Records for the task section start

def _coarse_pass(t, y, dy, freq, targets, budget, n_best, n_bins, n_covers):
    """Windows ``[lo, hi)`` of the grid worth evaluating beyond the targets', and a note in words.

    ``t`` sorted.  Level 1: PDM of the densest stretch of length ``T1`` (chosen so
    that points x frequencies stay within ``budget``) on a grid of the same
    oversampling relative to ``1/T1``, over the frequencies with at least two
    cycles in the stretch.  Its ``n_best`` lowest minima that are not within half
    a peak width (``0.5/T1``) of a target are followed: at each next level the
    stretch is ``_STRETCH_GROWTH`` times longer (around the first one) and PDM is
    evaluated within +-1/T_prev of each candidate on that stretch's own grid; the
    lowest point of each window is the new candidate.  At the whole series the
    windows +-1/T_prev are returned as grid windows.
    """
    span = float(t[-1] - t[0])
    m = freq.size
    df = float(freq[-1] - freq[0]) / (m - 1)
    n0 = 1.0 / (span * df)  # grid points per peak width 1/T
    f_hi = float(freq[-1])

    def f_lo(length: float) -> float:
        return max(float(freq[0]), 2.0 / length)

    def cost(length: float) -> float:
        a, b = _densest_stretch(t, length)
        n_f = (f_hi - f_lo(length)) * n0 * length + 1
        return (b - a) * max(n_f, 0.0)

    lo_len, hi_len = 0.0, span
    for _ in range(30):  # bisection on the stretch length: cost grows with it
        mid = 0.5 * (lo_len + hi_len)
        lo_len, hi_len = (mid, hi_len) if cost(mid) <= budget else (lo_len, mid)
    length = lo_len
    a, b = _densest_stretch(t, length) if length > 0 else (0, 0)
    if length <= 0 or b - a < 5 * n_bins or f_lo(length) >= f_hi or length * f_hi < 2:
        return [], "no coarse pass (the work budget allows too short a stretch)"

    def level_theta(a, b, f):
        s = _prepare(t[a:b], y[a:b], dy[a:b])
        if not s.ss_tot > 0:
            return np.full(f.size, np.nan)
        return _theta_of(s, f, n_bins, n_covers)

    f1 = f_lo(length) + np.arange(int((f_hi - f_lo(length)) * n0 * length) + 1) / (n0 * length)
    th1 = level_theta(a, b, f1)
    best = _local_minima(th1)[:n_best]
    targets = np.sort(np.asarray(targets, dtype=float))

    def covered(g: float, tol: float) -> bool:
        if targets.size == 0:
            return False
        j = int(np.searchsorted(targets, g))
        return any(abs(targets[k] - g) <= tol for k in (j - 1, j) if 0 <= k < targets.size)

    cands = [float(f1[i]) for i in best if not covered(float(f1[i]), 0.5 / length)]
    note = (f"a coarse pass over the densest {length:.0f}-day stretch ({b - a:,} points, {f1.size:,} trial frequencies, "
            f"periods {1 / f_hi:.3g} to {1 / f_lo(length):.3g} d)")
    if not cands:
        return [], note + f": its {best.size} lowest minima all lie at the candidates"
    n_followed = len(cands)
    lengths, windows = [], []
    prev = length
    while cands:
        cur = min(span, _STRETCH_GROWTH * prev)
        half = 1.0 / prev
        if cur >= span:
            for g in cands:
                w = _window(freq, g, half)
                if w is not None:
                    windows.append(w)
            break
        lengths.append(cur)
        a, b = _nested_stretch(t, a, b, cur)
        k = int(math.ceil(half * n0 * cur))
        offsets = np.arange(-k, k + 1) / (n0 * cur)
        grids = [g + offsets for g in cands]
        th = level_theta(a, b, np.concatenate(grids)).reshape(len(cands), offsets.size)
        found = []
        for g_row, th_row in zip(grids, th):
            if np.isfinite(th_row).any():
                i = int(np.nanargmin(th_row))
                found.append((float(th_row[i]), float(g_row[i])))
        found.sort()
        cands = []
        for _, g in found:  # lowest first; drop repeats and those at the candidates
            if not covered(g, 0.5 / cur) and all(abs(g - c) > 0.5 / cur for c in cands):
                cands.append(g)
        prev = cur
    via = ""
    if len(lengths) == 1:
        via = f" through a {lengths[0]:.0f}-day stretch"
    elif lengths:
        via = " through " + ", ".join(f"{x:.0f}" for x in lengths[:-1]) + f" and {lengths[-1]:.0f}-day stretches"
    if not windows:
        return windows, note + f"; {n_followed} of its lowest minima, followed{via}, turned out to lie at the candidates"
    n_new = sum(hi - lo for lo, hi in windows)
    return windows, note + (f"; {n_followed} of its lowest minima followed{via} to the whole series: "
                            f"{len(windows)} more window{'s' if len(windows) > 1 else ''} ({n_new:,} grid frequencies)")


def _target_windows(freq: np.ndarray, centres: Any, multiples: Sequence[float], half_width: float,
                    span: float) -> tuple[list[float], np.ndarray, list[str]]:
    """The windows of :func:`pdm_search` around the candidates: targets, grid mask and a note.

    Returns the sorted window middles (each centre times each of ``multiples``),
    the mask of the grid frequencies within ``half_width / span`` of one (at least
    three steps each side, :func:`_window`), and the words for the description
    (empty when no window falls on the grid).
    """
    half = float(half_width) * (1.0 / span)
    targets = sorted({float(c) * float(k) for c in np.atleast_1d(np.asarray(centres, dtype=float))
                      for k in multiples if np.isfinite(c) and c * k > 0})
    mask = np.zeros(freq.size, dtype=bool)
    n_windows = 0
    for g in targets:
        w = _window(freq, g, half)
        if w is not None:
            mask[w[0]:w[1]] = True
            n_windows += 1
    n_target_freqs = int(mask.sum())
    parts = []
    if n_windows:
        parts.append(f"windows of +-{half_width:g}/T around {n_windows} candidate frequencies "
                     f"({len(np.atleast_1d(centres))} given, times {', '.join(f'{k:g}' for k in multiples)}): "
                     f"{n_target_freqs:,} grid frequencies")
    return targets, mask, parts


def pdm_search(
    t: Any,
    y: Any,
    dy: Any,
    freq: Any,
    centres: Sequence[float] = (),
    *,
    n_bins: int = 10,
    n_covers: int = 2,
    budget: float = DEFAULT_BUDGET,
    multiples: Sequence[float] = (1.0, 0.5, 2.0),
    half_width: float = 1.0,
    n_coarse: int = 3,
    coarse_share: float = 0.25,
) -> tuple[np.ndarray, str]:
    """PDM theta on a frequency grid, within a work budget: the whole grid or where it matters.

    Parameters
    ----------
    t, y, dy : array_like
        Times (days), magnitudes and 1-sigma errors (``dy=None``: equal weights).
    freq : array_like
        The trial grid (cycles/day), increasing; uniform, such as
        :func:`varstar.period.grid.frequency_grid` makes.
    centres : sequence of float
        Candidate frequencies (e.g. a periodogram's strongest peaks).
    n_bins, n_covers : int
        As in :func:`pdm_theta`.
    budget : float
        Points x frequencies.  When the whole grid costs no more, it is evaluated
        (the answer is then :func:`pdm_theta` on ``freq``; in windows, the same
        values to rounding).
    multiples : sequence of float
        Each centre times each of these is a window's middle (default: the centre,
        its half and its double: PDM's minimum of a binary with two minima per cycle
        lies at half a sinusoid periodogram's frequency).
    half_width : float
        Half width of the windows in peak widths ``1/T`` (``T`` the baseline); at
        least three grid steps.  One peak width covers a periodogram peak's whole
        main lobe.
    n_coarse : int
        Lowest minima of the coarse pass to follow (0: no coarse pass).
    coarse_share : float
        Share of ``budget`` given to the coarse pass's first level.

    Returns
    -------
    theta : numpy.ndarray
        Theta on ``freq``, NaN where not evaluated.
    description : str
        Where it was evaluated, in plain words.

    Notes
    -----
    Cost above the budget: ``N`` times the frequencies of the windows (a fixed
    number per centre), plus ``coarse_share * budget`` for the coarse pass's first
    level, plus for each minimum it follows about ``2 * _STRETCH_GROWTH`` peak
    widths of the grid on ever longer stretches (at most ``N`` times some hundred
    frequencies).  All linear in ``N``; the old rule (a strided coarse pass and
    windows as wide as its stride) grew as ``N**2``.

    The coarse pass sees only the frequencies with at least two cycles in its
    stretch, and a minimum that is shallow in that stretch can be missed; the
    windows around the centres are the main search.
    """
    t, y, dy = check_series(t, y, dy, what="phase dispersion")
    freq = check_freq(freq)
    n_bins, n_covers = check_bins(n_bins, n_covers)
    if freq.size > 1 and not np.all(np.diff(freq) > 0):
        raise InputError("phase dispersion search: the frequency grid must increase (build it with frequency_grid)")
    s = _prepare(t, y, dy)
    if s.ss_tot <= 0.0:
        raise InputError("phase dispersion: the magnitudes are all equal; there is nothing to fold")
    n, m = t.size, freq.size
    if n * m <= budget or m < 3 or s.span <= 0:
        return _theta_of(s, freq, n_bins, n_covers), f"whole grid ({m:,} frequencies, {n:,} points)"

    targets, mask, parts = _target_windows(freq, centres, multiples, half_width, s.span)
    if n_coarse > 0:
        by_time = np.argsort(t, kind="stable")
        windows, note = _coarse_pass(t[by_time], y[by_time], dy[by_time], freq, targets, coarse_share * budget,
                                     int(n_coarse), n_bins, n_covers)
        for lo, hi in windows:
            mask[lo:hi] = True
        parts.append(note)
    idx = np.flatnonzero(mask)
    theta = np.full(m, np.nan)
    if idx.size:
        theta[idx] = _theta_of(s, freq[idx], n_bins, n_covers)
    parts.append(f"{idx.size:,} of {m:,} grid frequencies evaluated on all {n:,} points")
    return theta, "; ".join(parts)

Records for the task section end

### What to work on
Check each line of the entries above for the string "offsets", and return those that contain it.

### Reply
        offsets = np.arange(-k, k + 1) / (n0 * cur)
        grids = [g + offsets for g in cands]
        th = level_theta(a, b, np.concatenate(grids)).reshape(len(cands), offsets.size)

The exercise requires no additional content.